▸ WORK REQUEST:
So that the copy matches the original, write out every entry exactly.

▸ RECORD EXTRACTS:
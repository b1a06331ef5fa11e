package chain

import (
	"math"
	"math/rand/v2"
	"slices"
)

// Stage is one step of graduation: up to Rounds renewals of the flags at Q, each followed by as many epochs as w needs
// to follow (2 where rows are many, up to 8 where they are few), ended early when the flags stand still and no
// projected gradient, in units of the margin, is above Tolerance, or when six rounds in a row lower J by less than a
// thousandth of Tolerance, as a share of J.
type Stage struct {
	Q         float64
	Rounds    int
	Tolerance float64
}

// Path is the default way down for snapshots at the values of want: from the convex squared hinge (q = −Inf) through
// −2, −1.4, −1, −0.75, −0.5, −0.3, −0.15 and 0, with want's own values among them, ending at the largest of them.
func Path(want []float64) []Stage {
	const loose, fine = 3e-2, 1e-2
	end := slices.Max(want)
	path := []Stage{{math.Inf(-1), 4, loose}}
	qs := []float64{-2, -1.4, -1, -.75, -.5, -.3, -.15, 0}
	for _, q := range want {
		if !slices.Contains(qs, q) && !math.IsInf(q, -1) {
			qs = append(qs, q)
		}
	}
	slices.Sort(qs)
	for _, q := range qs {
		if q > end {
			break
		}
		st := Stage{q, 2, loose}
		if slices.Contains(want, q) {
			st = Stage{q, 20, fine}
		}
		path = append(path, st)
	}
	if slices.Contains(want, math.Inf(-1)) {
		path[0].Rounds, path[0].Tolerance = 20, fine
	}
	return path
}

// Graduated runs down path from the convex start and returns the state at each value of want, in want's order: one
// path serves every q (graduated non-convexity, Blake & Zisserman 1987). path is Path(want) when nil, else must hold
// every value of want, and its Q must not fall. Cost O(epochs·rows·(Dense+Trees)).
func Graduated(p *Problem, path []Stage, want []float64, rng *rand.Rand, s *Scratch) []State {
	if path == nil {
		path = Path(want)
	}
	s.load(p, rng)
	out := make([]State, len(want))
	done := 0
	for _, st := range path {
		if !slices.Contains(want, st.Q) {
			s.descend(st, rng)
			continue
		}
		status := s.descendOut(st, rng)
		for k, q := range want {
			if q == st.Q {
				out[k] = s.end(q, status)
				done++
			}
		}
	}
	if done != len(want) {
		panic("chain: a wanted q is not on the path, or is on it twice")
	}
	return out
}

▸ SOLUTION TO THIS EXERCISE:
repository b1a06331ef5fa11e
package chain

import (
	"math"
	"math/rand/v2"
	"slices"
)

// Stage is one step of graduation: up to Rounds renewals of the flags at Q, each followed by as many epochs as w needs
// to follow (2 where rows are many, up to 8 where they are few), ended early when the flags stand still and no
// projected gradient, in units of the margin, is above Tolerance, or when six rounds in a row lower J by less than a
// thousandth of Tolerance, as a share of J.
type Stage struct {
	Q         float64
	Rounds    int
	Tolerance float64
}

// Path is the default way down for snapshots at the values of want: from the convex squared hinge (q = −Inf) through
// −2, −1.4, −1, −0.75, −0.5, −0.3, −0.15 and 0, with want's own values among them, ending at the largest of them.
func Path(want []float64) []Stage {
	const loose, fine = 3e-2, 1e-2
	end := slices.Max(want)
	path := []Stage{{math.Inf(-1), 4, loose}}
	qs := []float64{-2, -1.4, -1, -.75, -.5, -.3, -.15, 0}
	for _, q := range want {
		if !slices.Contains(qs, q) && !math.IsInf(q, -1) {
			qs = append(qs, q)
		}
	}
	slices.Sort(qs)
	for _, q := range qs {
		if q > end {
			break
		}
		st := Stage{q, 2, loose}
		if slices.Contains(want, q) {
			st = Stage{q, 20, fine}
		}
		path = append(path, st)
	}
	if slices.Contains(want, math.Inf(-1)) {
		path[0].Rounds, path[0].Tolerance = 20, fine
	}
	return path
}

// Graduated runs down path from the convex start and returns the state at each value of want, in want's order: one
// path serves every q (graduated non-convexity, Blake & Zisserman 1987). path is Path(want) when nil, else must hold
// every value of want, and its Q must not fall. Cost O(epochs·rows·(Dense+Trees)).
func Graduated(p *Problem, path []Stage, want []float64, rng *rand.Rand, s *Scratch) []State {
	if path == nil {
		path = Path(want)
	}
	s.load(p, rng)
	out := make([]State, len(want))
	done := 0
	for _, st := range path {
		if !slices.Contains(want, st.Q) {
			s.descend(st, rng)
			continue
		}
		status := s.descendOut(st, rng)
		for k, q := range want {
			if q == st.Q {
				out[k] = s.end(q, status)
				done++
			}
		}
	}
	if done != len(want) {
		panic("chain: a wanted q is not on the path, or is on it twice")
	}
	return out
}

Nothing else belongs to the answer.